*Task item*. Your answer should consist of all lines in the listing that hold the word "from".

*Material provided*.
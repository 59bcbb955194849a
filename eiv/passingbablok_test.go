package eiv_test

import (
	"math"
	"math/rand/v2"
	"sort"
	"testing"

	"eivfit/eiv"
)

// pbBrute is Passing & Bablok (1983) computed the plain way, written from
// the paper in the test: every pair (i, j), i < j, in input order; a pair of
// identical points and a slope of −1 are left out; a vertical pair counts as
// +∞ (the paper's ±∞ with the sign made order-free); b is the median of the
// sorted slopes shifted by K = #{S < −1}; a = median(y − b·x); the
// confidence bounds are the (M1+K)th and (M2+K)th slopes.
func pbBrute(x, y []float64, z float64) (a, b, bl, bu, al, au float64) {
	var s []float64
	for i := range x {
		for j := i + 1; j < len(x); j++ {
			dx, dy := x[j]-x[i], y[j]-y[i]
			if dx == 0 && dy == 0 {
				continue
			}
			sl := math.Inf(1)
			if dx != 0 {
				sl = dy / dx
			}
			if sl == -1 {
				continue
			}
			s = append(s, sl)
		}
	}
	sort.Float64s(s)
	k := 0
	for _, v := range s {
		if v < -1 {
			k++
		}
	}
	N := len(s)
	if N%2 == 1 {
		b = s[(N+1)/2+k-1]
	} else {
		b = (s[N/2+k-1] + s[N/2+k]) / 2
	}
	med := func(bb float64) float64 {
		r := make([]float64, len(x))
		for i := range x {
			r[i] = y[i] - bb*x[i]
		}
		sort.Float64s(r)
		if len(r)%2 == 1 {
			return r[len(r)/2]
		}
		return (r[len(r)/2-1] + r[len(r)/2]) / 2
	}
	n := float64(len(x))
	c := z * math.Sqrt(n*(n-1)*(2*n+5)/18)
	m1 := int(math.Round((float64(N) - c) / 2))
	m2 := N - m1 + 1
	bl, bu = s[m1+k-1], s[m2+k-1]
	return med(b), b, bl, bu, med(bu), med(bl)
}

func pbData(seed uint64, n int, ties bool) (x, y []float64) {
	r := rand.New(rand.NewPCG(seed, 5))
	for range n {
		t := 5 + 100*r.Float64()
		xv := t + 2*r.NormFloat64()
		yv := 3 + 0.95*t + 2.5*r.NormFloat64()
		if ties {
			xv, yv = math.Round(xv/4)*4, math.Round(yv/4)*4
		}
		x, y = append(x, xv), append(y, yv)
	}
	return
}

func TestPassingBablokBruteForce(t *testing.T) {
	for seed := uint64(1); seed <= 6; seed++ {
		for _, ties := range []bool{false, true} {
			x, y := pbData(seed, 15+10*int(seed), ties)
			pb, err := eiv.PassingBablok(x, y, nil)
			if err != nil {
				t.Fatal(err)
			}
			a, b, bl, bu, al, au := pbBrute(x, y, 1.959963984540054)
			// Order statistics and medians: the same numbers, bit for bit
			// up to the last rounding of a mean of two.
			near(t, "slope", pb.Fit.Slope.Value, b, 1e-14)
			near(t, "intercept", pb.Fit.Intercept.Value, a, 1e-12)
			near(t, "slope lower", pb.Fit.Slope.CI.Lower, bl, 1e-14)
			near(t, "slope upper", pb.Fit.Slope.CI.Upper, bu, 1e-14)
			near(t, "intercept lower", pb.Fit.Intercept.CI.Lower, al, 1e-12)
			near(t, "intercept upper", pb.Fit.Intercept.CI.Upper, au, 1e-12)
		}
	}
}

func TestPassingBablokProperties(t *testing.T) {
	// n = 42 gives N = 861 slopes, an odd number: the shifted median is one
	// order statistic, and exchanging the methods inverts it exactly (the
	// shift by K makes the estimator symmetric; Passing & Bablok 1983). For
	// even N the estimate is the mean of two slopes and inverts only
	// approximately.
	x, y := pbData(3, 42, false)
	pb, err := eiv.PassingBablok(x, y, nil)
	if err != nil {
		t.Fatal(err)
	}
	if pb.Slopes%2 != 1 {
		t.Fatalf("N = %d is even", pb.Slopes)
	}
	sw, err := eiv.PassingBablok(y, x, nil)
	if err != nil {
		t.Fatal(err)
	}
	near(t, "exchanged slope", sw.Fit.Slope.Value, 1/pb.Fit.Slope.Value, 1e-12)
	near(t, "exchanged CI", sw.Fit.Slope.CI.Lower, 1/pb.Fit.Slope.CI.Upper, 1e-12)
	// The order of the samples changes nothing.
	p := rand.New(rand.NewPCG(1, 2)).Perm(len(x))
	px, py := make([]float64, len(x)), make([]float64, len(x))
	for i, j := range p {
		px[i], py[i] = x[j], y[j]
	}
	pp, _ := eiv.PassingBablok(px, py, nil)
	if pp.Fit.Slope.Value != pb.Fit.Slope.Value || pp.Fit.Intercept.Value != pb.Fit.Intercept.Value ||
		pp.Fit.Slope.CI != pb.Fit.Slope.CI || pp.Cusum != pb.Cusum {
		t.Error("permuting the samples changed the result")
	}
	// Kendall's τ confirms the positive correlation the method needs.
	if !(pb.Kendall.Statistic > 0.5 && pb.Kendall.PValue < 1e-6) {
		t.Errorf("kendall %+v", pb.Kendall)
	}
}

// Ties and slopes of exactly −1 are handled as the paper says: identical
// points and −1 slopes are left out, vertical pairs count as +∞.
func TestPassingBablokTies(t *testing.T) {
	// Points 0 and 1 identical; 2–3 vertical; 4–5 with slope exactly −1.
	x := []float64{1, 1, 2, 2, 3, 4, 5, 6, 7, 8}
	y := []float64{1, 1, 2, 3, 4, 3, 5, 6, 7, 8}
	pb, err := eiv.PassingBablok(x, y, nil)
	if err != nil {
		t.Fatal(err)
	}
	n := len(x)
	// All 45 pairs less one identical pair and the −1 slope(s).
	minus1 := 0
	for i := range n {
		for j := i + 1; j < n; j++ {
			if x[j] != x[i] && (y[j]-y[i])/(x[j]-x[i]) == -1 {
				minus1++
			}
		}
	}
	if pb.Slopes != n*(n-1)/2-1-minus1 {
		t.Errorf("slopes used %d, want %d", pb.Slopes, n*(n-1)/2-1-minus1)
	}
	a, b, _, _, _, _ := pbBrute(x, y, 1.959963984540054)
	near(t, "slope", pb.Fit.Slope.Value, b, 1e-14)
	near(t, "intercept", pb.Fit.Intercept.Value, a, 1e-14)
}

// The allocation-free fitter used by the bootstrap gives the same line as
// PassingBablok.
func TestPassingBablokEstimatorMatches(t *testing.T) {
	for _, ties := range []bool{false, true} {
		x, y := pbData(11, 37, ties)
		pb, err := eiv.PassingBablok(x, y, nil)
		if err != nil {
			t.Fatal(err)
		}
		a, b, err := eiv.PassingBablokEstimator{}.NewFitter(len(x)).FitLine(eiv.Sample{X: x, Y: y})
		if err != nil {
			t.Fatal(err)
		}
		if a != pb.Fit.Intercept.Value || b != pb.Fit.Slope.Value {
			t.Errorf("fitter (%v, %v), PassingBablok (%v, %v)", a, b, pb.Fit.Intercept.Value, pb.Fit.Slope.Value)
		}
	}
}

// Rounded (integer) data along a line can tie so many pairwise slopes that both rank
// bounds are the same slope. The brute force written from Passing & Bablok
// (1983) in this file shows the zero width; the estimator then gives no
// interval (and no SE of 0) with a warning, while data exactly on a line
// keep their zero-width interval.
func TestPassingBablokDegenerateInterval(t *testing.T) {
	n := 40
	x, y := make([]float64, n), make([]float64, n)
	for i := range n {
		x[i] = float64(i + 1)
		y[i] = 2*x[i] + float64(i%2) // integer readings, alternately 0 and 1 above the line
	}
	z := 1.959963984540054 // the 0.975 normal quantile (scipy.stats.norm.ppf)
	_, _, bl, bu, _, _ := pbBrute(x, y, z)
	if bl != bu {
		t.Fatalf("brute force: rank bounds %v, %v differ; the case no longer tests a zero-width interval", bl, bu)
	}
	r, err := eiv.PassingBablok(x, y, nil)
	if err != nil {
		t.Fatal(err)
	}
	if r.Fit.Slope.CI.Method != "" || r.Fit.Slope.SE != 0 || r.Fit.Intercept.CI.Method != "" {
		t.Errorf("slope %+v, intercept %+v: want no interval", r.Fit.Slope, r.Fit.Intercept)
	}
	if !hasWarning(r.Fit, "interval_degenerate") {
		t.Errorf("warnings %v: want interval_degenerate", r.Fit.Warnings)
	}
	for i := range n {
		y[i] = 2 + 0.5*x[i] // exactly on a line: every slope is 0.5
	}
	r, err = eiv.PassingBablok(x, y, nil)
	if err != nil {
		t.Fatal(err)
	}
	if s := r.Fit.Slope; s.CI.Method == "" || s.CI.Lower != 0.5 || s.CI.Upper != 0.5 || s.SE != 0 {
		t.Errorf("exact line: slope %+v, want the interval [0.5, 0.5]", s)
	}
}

*Written solution*.
// pbBrute is Passing & Bablok (1983) computed the plain way, written from
// bounds are the same slope. The brute force written from Passing & Bablok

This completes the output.